The company uses “the aggregate information to make better quizzes and content, both editorial and branded,” they said. That information is not used “to change what people see on the site, but we have discussed whether the Rowlfs of the world would prefer to see certain types of content and how we could potentially personalize content in a transparent manner,” the spokesperson said.
While information gleaned from regular BuzzFeed quizzes stays within the company, data from branded editorial quizzes is shared with the company sponsoring the post (e.g.: Verizon in this posts’ case). BuzzFeed’s quizzes run off of Google’s Survey platform.
Dan Barker, an e-commerce and analytics consultant, was one of the people engaging in this conversation back in 2014. His previous blog post on the matter pulls back the curtain to show what really goes on behind a quiz. “What BuzzFeed does isn’t unusual — in fact their approach to data seems to be friendlier than many other similar sites,” Barker said in a Twitter message. “There are lots of poor practices out there which end users seem unaware of, and this is at the more benign end of the scale. Hopefully awareness will change in response to greater coverage of the issues.”
Barker says people who are dying to take part in a quiz should use incognito mode or a private window on their browser.
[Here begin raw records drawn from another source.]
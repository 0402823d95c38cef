"""The averaged run against the cycle average of every edge: the error is the computed one, and falls at the theoretical rate.

Steady state: exact averages by matrix exponentials (switched.py knows nothing of the package), less the averaged operating point, are the
small-ripple error that must be found, for the basic converters in both conduction modes. Rates: 1/f^2, the rule of DC-10; a discontinuous
step-down with K held is the exception: its output ripple is of first order in 1/(C f) and stands in the on-phase one-sidedly, so 1/f (DC-7: 7.1 mV at
220 uF, 0.071 mV at 22 mF).
"""

from __future__ import annotations

from itertools import pairwise
from pathlib import Path

import numpy as np
import pytest

import polewise

from .converters import Stage, inverting, step_down, step_up
from .switched import Part, continuous, discontinuous

TEXTS = {"step-down": step_down, "step-up": step_up, "inverting": inverting}
PIER = Path(__file__).resolve().parents[2] / "circuits" / "tern_point" / "pier.pole"


def parts_of(topology: str, s: Stage) -> tuple[Part, Part, Part]:
    """Transistor on, diode on, nothing on. x = (choke current, output voltage as a magnitude)."""
    feeds_on = topology == "step-down"  # the choke reaches the output while the transistor is on
    feeds_off = True
    source_off = topology == "step-up"  # the source stays in series with the choke while the diode is on

    def part(r_device: float, drop: float, source: bool, feeds: bool) -> Part:
        a = np.array([[-(s.r1 + r_device) / s.l, -1.0 / s.l if feeds else 0.0], [1.0 / s.c if feeds else 0.0, -1.0 / (s.r * s.c)]])
        return Part(a, np.array([((s.vg if source else 0.0) - drop) / s.l, 0.0]))

    idle = Part(np.array([[0.0, 0.0], [0.0, -1.0 / (s.r * s.c)]]), np.zeros(2))
    return part(s.r_on, 0.0, True, feeds_on), part(s.r_d, s.v_d, source_off, feeds_off), idle


LOSSES = {"r1": 0.05, "r_on": 0.03, "r_d": 0.02, "v_d": 0.8}


def stage_at(topology: str, mode: str, f: float) -> Stage:
    if mode == "continuous":
        return Stage(24.0, 0.5, 8.0, l=100e-6, c=100e-6, f=f, **LOSSES)
    k = {"step-down": 0.2, "step-up": 0.08, "inverting": 0.08}[topology]  # K = 2 L f/R held: L falls with f
    return Stage(24.0, 0.3, 10.0, l=k * 10.0 / (2.0 * f), c=100e-6, f=f)


@pytest.mark.parametrize("mode", ["continuous", "discontinuous"])
@pytest.mark.parametrize("topology", list(TEXTS))
def test_steady_error_is_the_computed_one_and_falls_as_it_must(topology: str, mode: str) -> None:
    errors = []
    for f in (50e3, 100e3, 200e3):
        s = stage_at(topology, mode, f)
        system = polewise.from_text(TEXTS[topology](s))
        averaged = system.settled()["v_out"]
        on, off, idle = parts_of(topology, s)
        if mode == "continuous":
            exact = continuous((on, off), s.d, 1.0 / f).average[1]
        else:
            exact = discontinuous((on, off, idle), s.d, 1.0 / f, (0.5 * averaged, 1.5 * averaged)).average[1]
        window = system.magnify_settled(keep=["v_out"])
        curve = window.curve("v_out")
        error = curve.integral() / curve.duration_s() - averaged
        assert error == pytest.approx(exact - averaged, rel=1e-3, abs=2e-9 * averaged)
        errors.append(error)
    ratio = [a / b for a, b in pairwise(errors)]
    order = 2.0 if (topology, mode) == ("step-down", "discontinuous") else 4.0
    assert ratio == pytest.approx([order, order], rel=0.05)


def modulated(kind: str, f: float, carrier: str, sampling: str = "natural") -> str:
    """A stage whose duty swings at 500 Hz."""
    pair = "upper = transistor(30 mohm), lower = transistor(20 mohm)"
    settings = f"rate = {f!r} Hz, carrier = {carrier}, sampling = {sampling}, {pair}"
    legs = {
        "step-up": f"choke: vin --[rl: 50 mohm]--[l: 100 uH]-- x\nleg: pole(out, gnd, x, lower_duty = d, {settings})",
        "step-down": f"leg: pole(vin, gnd, x, upper_duty = d, {settings})\nchoke: x --[rl: 50 mohm]--[l: 100 uH]-- out",
        "inverting": f"leg: pole(vin, out, x, upper_duty = d, {settings})\nchoke: x --[rl: 50 mohm]--[l: 100 uH]-- gnd",
    }
    return f"""
reference gnd
supply: vin --[24 V]-- gnd
{legs[kind]}
store: out --[c: 220 uF]-- gnd
load: out --[r: 20 ohm]-- gnd
signal d = 0.3 + 0.1 * sin(2*pi * 500 Hz * time)
study swing {{
    start cold
    run for 4 ms
    keep choke.i, out.v
}}
"""


@pytest.mark.parametrize("carrier", ["trailing", "symmetric"])
@pytest.mark.parametrize("kind", ["step-down", "step-up", "inverting"])
def test_transient_error_falls_with_the_square_of_the_frequency(kind: str, carrier: str) -> None:
    """With natural sampling, in a transient, from a start whose means agree: terms of ripple only."""
    errors = []
    for f in (50e3, 100e3, 200e3):
        window = polewise.from_text(modulated(kind, f, carrier)).magnify("swing", 2e-3, 3e-3, tolerance=1e-9)
        over = window.overlay()
        errors.append((over["choke.i"].rms, over["out.v"].rms))
    for a, b in pairwise(errors):
        assert (a[0] / b[0], a[1] / b[1]) == pytest.approx((4.0, 4.0), rel=0.1)


@pytest.mark.parametrize(("carrier", "shift"), [("trailing", -1.0), ("leading", 1.0), ("symmetric", 0.0)])
def test_what_a_carrier_adds_within_its_period(carrier: str, shift: float) -> None:
    """models.md: (1/2 - D) T times the slope for a sawtooth, O(T^2) for a symmetric one; on the pole's own voltage, whole periods centred."""
    f, slope, base = 100e3, 40.0, 0.25
    pair = "upper = transistor(0 ohm), lower = transistor(0 ohm)"
    window = polewise.from_text(
        f"""
reference gnd
supply: vin --[10 V]-- gnd
leg: pole(vin, gnd, x, upper_duty = {base} + {slope} /s * time, rate = {f!r} Hz, carrier = {carrier}, {pair})
load: x --[l: 1 mH]--[r: 1 ohm]-- gnd
study ramp {{
    start cold
    run for 3 ms
    keep x.v
}}
"""
    ).magnify("ramp", 1e-3, 2e-3, tolerance=1e-10)
    middles = 1e-3 + (np.arange(5, 90) + 0.5) / f
    error = window.cycle_average("x.v").at(middles) - window.averaged.at("x.v", middles)
    duty = base + slope * middles
    expected = shift * (0.5 - duty) / f * slope * 10.0
    assert error == pytest.approx(expected, rel=2e-2, abs=3e-6 * slope / 40.0)


def bridge(f: float) -> str:
    return "\n".join(
        [
            "reference rail_n",
            "supply: rail_p --[700 V]-- rail_n",
            *(
                f"leg{k}: pole(rail_p, rail_n, m{k}, upper_duty = d{k}, rate = {f!r} Hz, carrier = symmetric, "
                f"upper = transistor(10 mohm), lower = transistor(10 mohm))\n"
                f"line{k}: m{k} --[l: 2 mH]--[r: 5 ohm]-- star\n"
                f"signal d{k} = 0.5 + 0.4 * sin(2*pi * 50 Hz * time - {120 * k} deg)"
                for k in range(3)
            ),
            "study turning {\n    start cold\n    run for 30 ms\n    keep line0.i, line1.i, supply.i\n}",
        ]
    )


def test_three_phase_bridge_with_sine_modulation() -> None:
    """Errors fall with 1/f^2; the average of the source's current is 0.75 m I cos(phi) (AC-10's last line, m = 0.8)."""
    errors = []
    for f in (4e3, 8e3, 16e3):
        window = polewise.from_text(bridge(f)).magnify("turning", 10e-3, 30e-3, keep=["line0.i", "supply.i"], tolerance=1e-7)
        errors.append(window.overlay()["line0.i"].rms)
    for a, b in pairwise(errors):
        assert a / b == pytest.approx(4.0, rel=0.1)
    z = 5.01 + 2j * np.pi * 50 * 2e-3
    peak = 0.4 * 700 / abs(z)
    curve = window.curve("supply.i")
    assert -curve.integral() / curve.duration_s() == pytest.approx(0.75 * 0.8 * peak * np.cos(np.angle(z)), rel=5e-3)


def test_the_demo_pier() -> None:
    """Thirteen poles of 20, 30 and 40 kHz: the error is a small part of the ripple itself."""
    system = polewise.load(PIER)
    names = ["bus.v", "battery1.choke.i", "berth2.stage.choke.i", "roof1.choke.i", "lights.choke.i"]
    window = system.magnify("load_step", 20.5e-3, 21.5e-3, keep=names)
    for error in window.overlay().errors:
        assert error.rms_relative < 0.04, (error.name, error.rms, error.swing)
BuzzFeed keeps all the information it learns about you to itself and it doesn’t affect what you see around their site (for now). Other sites, however, that utilize Google Surveys as well as places like Yougov, Pollfish, Quicksurveys and even Cambridge Analytica’s questionnaire can be used to build profiles on their users.
Who cares if they have a bunch of useless quiz data?
Tech companies continue to understate or hide in fine print just how much data they really take from users. Many might respond, “Who cares?” While some may hate the idea that companies are recording quiz answers to build a picture of you and share with other unnamed companies, others could not care less. If you have nothing to hide, why should you care if anyone can see how you’re answering some dumb quizzes?
“We’ve seen how machine learning and algorithms can group people into buckets,” Dr. Kilger said. “Very innocuous questions can lead to many decisions being made behind users’ backs. They may not be aware of what they’re missing out on all because an algorithm somewhere said ‘well, this isn’t a very good prospect.’” A real-world example of this surfaced when Pro Publica revealed Facebook allowed housing ads to exclude those categorized as African-American, Spanish-speakers, mothers of high school kids and more.
The potential problems go beyond housing. “That health data you gave that quiz, for example, could result in you being charged more for health insurance or can determine what lead generation you get around credit,” Dixon said. “Your data matters and it lasts a very long time.”
April 2, 2018, 12:30 p.m.: This article has been updated.